> [The problem] Please set the lines down again exactly, from the top of the entries through the line that contains "describe, expect, it".

> [Task inputs]

/** What the database promises to everything above it, on whichever engine the tests run. */
import { mkdtempSync, rmSync, writeFileSync, chmodSync } from 'node:fs';
import { tmpdir } from 'node:os';
import { join } from 'node:path';
import { sql } from 'drizzle-orm';
import { afterAll, beforeAll, describe, expect, it } from 'vitest';
import { openDatabase, type OpenDatabase } from '@server/db/engine';
import { people, recordingChunks, recordings, devices, rigs, rigRevisions } from '@server/db/schema';
import { testDatabase } from '../support/database';

const rows = (result: unknown) => (result as { rows: Record<string, unknown>[] }).rows;

describe('a database for a test file', () => {
  let open: OpenDatabase;
  beforeAll(async () => { open = await testDatabase(); });
  afterAll(() => open.close());

  it('gives back every byte of a chunk as it was stored', async () => {
    const data = Uint8Array.from({ length: 70_000 }, (_, i) => (i * 31) % 256);
    const { db } = open;
    const [rig] = await db.insert(rigs).values({ code: 'bytes' }).returning();
    const [revision] = await db.insert(rigRevisions).values({ rigId: rig!.id, revision: 1, title: 'Bytes', file: {} as never, digest: 'd' }).returning();
    const [device] = await db.insert(devices).values({ name: 'Bytes', rigId: rig!.id, keyHash: 'h', keyHint: '…' }).returning();
    const [recording] = await db.insert(recordings).values({ deviceId: device!.id, run: 'r', rigRevisionId: revision!.id, rateHz: 1000, channels: [], startUs: 0, startedAt: new Date(0) }).returning();
    await db.insert(recordingChunks).values({ recordingId: recording!.id, n: 0, first: 0, count: 1, t0Us: 0, t1Us: 0, data });
    const [row] = await db.select().from(recordingChunks);
    expect(Buffer.compare(Buffer.from(row!.data), Buffer.from(data))).toBe(0);
  });

  it('stores the samples without a second compression', async () => {
    const found = rows(await open.db.execute(sql`
      select attrelid::regclass::text as name, attstorage as storage from pg_attribute
      where attname = 'data' and attrelid in ('recording_chunks'::regclass, 'recording_tail'::regclass, 'recording_pyramid'::regclass)`));
    expect(found).toHaveLength(3);
    expect(new Set(found.map((row) => row['storage']))).toEqual(new Set(['e'])); // pg_attribute: e = external
  });

  it('undoes a transaction that fails', async () => {
    const attempt = open.db.transaction(async (tx) => {
      await tx.insert(people).values({ id: 'p', name: 'P', email: 'p@lab.example' });
      throw new Error('stop');
    });
    await expect(attempt).rejects.toThrow('stop');
    expect(await open.db.select().from(people)).toHaveLength(0);
  });

  it('refuses data of a newer version', async () => {
    await open.db.execute(sql`insert into drizzle.__drizzle_migrations (hash, created_at) values ('later', 32503680000000)`);
    await expect(open.migrate()).rejects.toMatchObject({ code: 'DATA_NEWER', wayOut: expect.any(String) });
  });
});

describe('a data directory on disk', () => {
  const dataDir = mkdtempSync(join(tmpdir(), 'tautbook-data-'));
  afterAll(() => rmSync(dataDir, { recursive: true, force: true }));

  it('keeps what was committed, has fsync on, and lets in one server at a time', async () => {
    const first = await openDatabase({ dataDir });
    await first.migrate();
    const [setting] = rows(await first.db.execute(sql`select current_setting('fsync') as fsync, current_setting('wal_sync_method') as method`));
    expect(setting).toEqual({ fsync: 'on', method: 'fsync' });
    await first.db.insert(people).values({ id: 'p', name: 'P', email: 'p@lab.example' });
    await expect(openDatabase({ dataDir })).rejects.toMatchObject({ code: 'DATA_IN_USE' });
    await first.close();

    const second = await openDatabase({ dataDir });
    await second.migrate();
    expect(await second.db.select().from(people)).toHaveLength(1);
    await second.close();
  });

  it('opens after a server that was killed and left its lock behind', async () => {
    // 2^22 is above the highest process number that Linux gives.
    writeFileSync(join(dataDir, 'server.lock'), JSON.stringify({ pid: 4_194_305, start: '1' }));
    const open = await openDatabase({ dataDir });
    expect(await open.db.select().from(people)).toHaveLength(1);
    await open.close();
  });

  it('says that it cannot be written', async () => {
    const place = mkdtempSync(join(tmpdir(), 'tautbook-read-only-'));
    chmodSync(place, 0o555);
    // For root nothing is read-only, so root steps aside for the attempt (65534: nobody).
    const isRoot = process.getuid?.() === 0;
    if (isRoot) process.seteuid?.(65_534);
    const attempt = openDatabase({ dataDir: join(place, 'data') });
    if (isRoot) process.seteuid?.(0);
    await expect(attempt).rejects.toMatchObject({ code: 'DATA_READ_ONLY' });
    rmSync(place, { recursive: true, force: true });
  });
});
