import { NumericError } from '../rig/numeric-error';
import { normalCumulative, normalQuantile } from './normal-distribution';
import { quantile } from './quantile';
import { requireSample } from './require-sample';
import { seededRandom } from './seeded-random';

export interface BootstrapOptions {
  /** Written beside the result, so that anyone gets the same interval. */
  readonly seed: number;
  /** Resamples drawn; 10 000 by default. */
  readonly resamples?: number;
  /** Share, 0.95 by default. */
  readonly confidence?: number;
  /** `percentile`, or `bca` (default): corrected for bias and skew. */
  readonly method?: 'percentile' | 'bca';
}

export interface BootstrapInterval {
  readonly estimate: number;
  readonly interval: [number, number];
  readonly method: 'percentile' | 'bca';
  readonly seed: number;
  readonly resamples: number;
}

/**
 * Bootstrap interval of any statistic of one sample (of participants: resample what is independent).
 *
 * @param values    sample of two or more
 * @param statistic function of a sample; it must give a finite number for every resample
 * @throws NumericError TOO_SHORT below two values, UNDEFINED when the statistic fails on a resample, BAD_REQUEST for impossible options
 * @source Efron 1979 (percentile), Efron 1987 (BCa, acceleration by jackknife)
 */
export function bootstrapInterval(
  values: ArrayLike<number>,
  statistic: (sample: Float64Array) => number,
  options: BootstrapOptions,
): BootstrapInterval {
  requireSample(values, 2, 'The sample');
  const { seed, resamples = 10_000, confidence = 0.95, method = 'bca' } = options;
  if (!(confidence > 0 && confidence < 1) || !Number.isInteger(resamples) || resamples < 100) {
    throw new NumericError('BAD_REQUEST', 'Confidence lies between 0 and 1, and at least 100 resamples are drawn.');
  }
  const sample = Float64Array.from(values);
  const estimate = finite(statistic(sample));
  const random = seededRandom(seed);
  const drawn = new Float64Array(sample.length);
  const results = new Float64Array(resamples);
  for (let r = 0; r < resamples; r++) {
    for (let i = 0; i < drawn.length; i++) drawn[i] = sample[random.below(sample.length)] as number;
    results[r] = finite(statistic(drawn));
  }
  results.sort();
  const tail = (1 - confidence) / 2;
  const shares = method === 'bca' ? correctedShares(sample, statistic, results, estimate, tail) : ([tail, 1 - tail] as const);
  return { estimate, interval: [quantile(results, shares[0]), quantile(results, shares[1])], method, seed, resamples };
}

function correctedShares(
  sample: Float64Array,
  statistic: (sample: Float64Array) => number,
  sorted: Float64Array,
  estimate: number,
  tail: number,
): [number, number] {
  let below = 0;
  for (const result of sorted) below += result < estimate ? 1 : result === estimate ? 0.5 : 0;
  // A statistic that always or never exceeds its estimate has no finite bias correction: then the plain percentiles stand.
  if (below === 0 || below === sorted.length) return [tail, 1 - tail];
  const bias = normalQuantile(below / sorted.length);
  const acceleration = jackknifeAcceleration(sample, statistic);
  const share = (p: number): number => {
    const z = bias + normalQuantile(p);
    return normalCumulative(bias + z / (1 - acceleration * z));
  };
  return [share(tail), share(1 - tail)];
}

function jackknifeAcceleration(sample: Float64Array, statistic: (sample: Float64Array) => number): number {
  const n = sample.length;
  const left = new Float64Array(n - 1);
  const estimates = new Float64Array(n);
  for (let i = 0; i < n; i++) {
    left.set(sample.subarray(0, i), 0);
    left.set(sample.subarray(i + 1), i);
    estimates[i] = finite(statistic(left));
  }
  const mean = estimates.reduce((sum, value) => sum + value, 0) / n;
  let cubes = 0;
  let squares = 0;
  for (const value of estimates) {
    cubes += (mean - value) ** 3;
    squares += (mean - value) ** 2;
  }
  return squares > 0 ? cubes / (6 * squares ** 1.5) : 0;
}

function finite(value: number): number {
  if (!Number.isFinite(value)) {
    throw new NumericError('UNDEFINED', 'The statistic has no value on one of the resamples, so no interval can be drawn from them.');
  }
  return value;
}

> [Answer to the problem]
/** What the database promises to everything above it, on whichever engine the tests run. */
import { mkdtempSync, rmSync, writeFileSync, chmodSync } from 'node:fs';
import { tmpdir } from 'node:os';
import { join } from 'node:path';
import { sql } from 'drizzle-orm';
import { afterAll, beforeAll, describe, expect, it } from 'vitest';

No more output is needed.